CITIZEN: Everybody Is Going To Heaven

Citizen sind eine junge US-Rockband aus dem beschaulichen Ohio. Mit ihrem überragenden Debütalbum „Youth“ spielte sich die Band 2013 auf Anhieb in zeimlich viele Herzen. Die Mischung aus herrlich klischeebefreitem Pop-Punk, Emo und Indie Rock, gepaart mit tiefschürfenden Geschichten über die Ängste und Erfahrungen, die das Erwachsenwerden so mit sich bringt, machten diese Platte so berührend und unvergesslich. Nun wollen Citizen mit „Everybody Is Going To Heaven“ aber auf gar keinen Fall eine solide Selbstkopie abliefern, sondern wenden sich bewusst in eine andere Richtung.

Bereits das letztes Jahr veröffentlichte „Silo“, sowie die beiden Vorab-Singles ließen erahnen, wohin die Reise gehen würde.

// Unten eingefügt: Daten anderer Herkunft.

@app.command()
def report(model: ModelPath,
           output: Annotated[Optional[Path], typer.Option(
               "--output", "-o", dir_okay=False,
               help="The report file: .html, or .md for Markdown (default: MODEL-STEM.html, "
                    "or .md with --format markdown, beside the model).")] = None,
           format: Annotated[Optional[ReportFormat], typer.Option(
               "--format", "-f", help="html or markdown (default: by the file's suffix).")] = None,
           paper: Annotated[Paper, typer.Option(
               "--paper", help="The paper the printed report is laid out on: a4 or letter.")] = Paper.a4,
           force_unit: ForceUnit = None, length_unit: LengthUnit = None,
           displacement_unit: DispUnit = None, stress_unit: StressUnit = None,
           tolerance: Annotated[bool, typer.Option(
               "--tolerance", help="Add a tolerance study of the model's toleranced inputs "
               "(see axialfe tolerance).")] = False,
           samples: Annotated[int, typer.Option(
               "--samples", help="Monte Carlo samples of the tolerance study.")] = 10_000,
           seed: Annotated[int, typer.Option("--seed", help="Seed of the tolerance study.")] = 1):
    """Write a report: a one-page summary, then input, results, calculation sheet, checks.

    The summary gives the verdict, the envelope and the cautions; diagrams follow the checks.

    The HTML report needs no other file and prints on A4 or Letter with the title
    block of the model's project table on every page; a Markdown report links its
    diagrams, written beside it as REPORT-STEM-diagram-N.png.
    """
    from ..output.report import report_format, write_report
    from ..engine.system import solve as run

    from ..fits.reader import is_fit_file

    output = beside(model, output, ".md" if format is ReportFormat.markdown else ".html")
    with user_errors(model):
        outputs([model], ("--output", output))
        fmt = report_format(output, format.value if format else None)
        from ..joints import is_joint_file

        if tolerance and (is_joint_file(model) or is_fit_file(model)):
            from ..errors import ModelError

            raise ModelError("a report's tolerance section is made for model files only: run "
                             "'axialfe tolerance' on a joint or fit file", place="--tolerance")
        if is_joint_file(model):  # a bolted joint: its own report (axialfe.output.jointreport)
            from ..joints import read_joint, solve_joint
            from ..output.jointreport import write_joint_report

            j = read_joint(model)
            units = output_units(j, force_unit, length_unit, None, stress_unit)
            solved = solve_joint(j)
            if fmt == "markdown":  # the joint diagram and one per state
                figures_beside(model, output, 1 + len(solved.solution.cases))
            write_joint_report(solved, output, fmt, units)
        elif is_fit_file(model):  # a press or shrink fit (axialfe fit) has its own report
            from ..output.fitreport import write_fit_report

            result, units = _solved_fit(model, force_unit, length_unit, stress_unit)
            if fmt == "markdown":
                figures_beside(model, output, 1)
            write_fit_report(result, output, fmt, units)
        else:
            m, units = load(model, force_unit, length_unit, displacement_unit, stress_unit)
            solution = run(m)
            if fmt == "markdown":  # its diagrams are files beside it: checked before writing
                figures_beside(model, output, len(solution.cases))
            from ..checks import check_solution
            from ..checks.assumptions import assumption_notes
            from ..envelope import envelope
            from ..review.sheet import thermal_split

            write_report(solution, output, fmt, units, checks=check_solution(solution),
                         review=stated_values(model, m, solution), envelope=envelope(solution),
                         thermal=thermal_split(solution), paper=paper.value,
                         notes=assumption_notes(solution),
                         tolerance=_tolerance_study(model, tolerance, samples, seed))
        typer.echo(f"wrote {output}", err=True)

Ein bedrohlich scheppernder Bass, stampfende Grooves und düstere Gitarren Leads prägen das Klangbild. Dazu ein Mat Kerekes der sich entweder bedrohlich durch die Strophen flüstert („Cement“), oder unerwartet brachial drauflos brüllt („Stain“), um dann ein ums andere Mal wieder die schaurig schönsten Refrains der Welt auf uns loszulassen. Diese beiden Songs dürfen aber nur bedingt als stellvertretend für das gesamte Album gesehen werden. Denn in den 40 Minuten Laufzeit wird jede, bis dato vielleicht nur angedeutete Facette im Sound der Band ausführlich erforscht.

„Dive Into My Sun“ ist so etwas wie die Quintessenz dessen, was Citizen auf diesem Album geschaffen haben – Trauer, Hoffnung, Chaos und Ordnung verschmelzen zu einem Ganzen. Dann folgt „Numb Yourself“, welches gekonnt die Brücke zum ersten Album schlägt, sich aber genauso nahtlos in den beklemmend düsteren Sound der übrigen Stücke einfügt. Wer nach den gewohnt großartigen Hooks sucht, wird (neben den beiden Singles) hier fündig! „Heaviside“ kommt dann genau zum richtigen Zeitpunkt und entschleunigt das Geschehen. Eine wunderschöne Ballade, nur von Gitarre, Vocals und dezentem Schlagzeugeinsatz getragen.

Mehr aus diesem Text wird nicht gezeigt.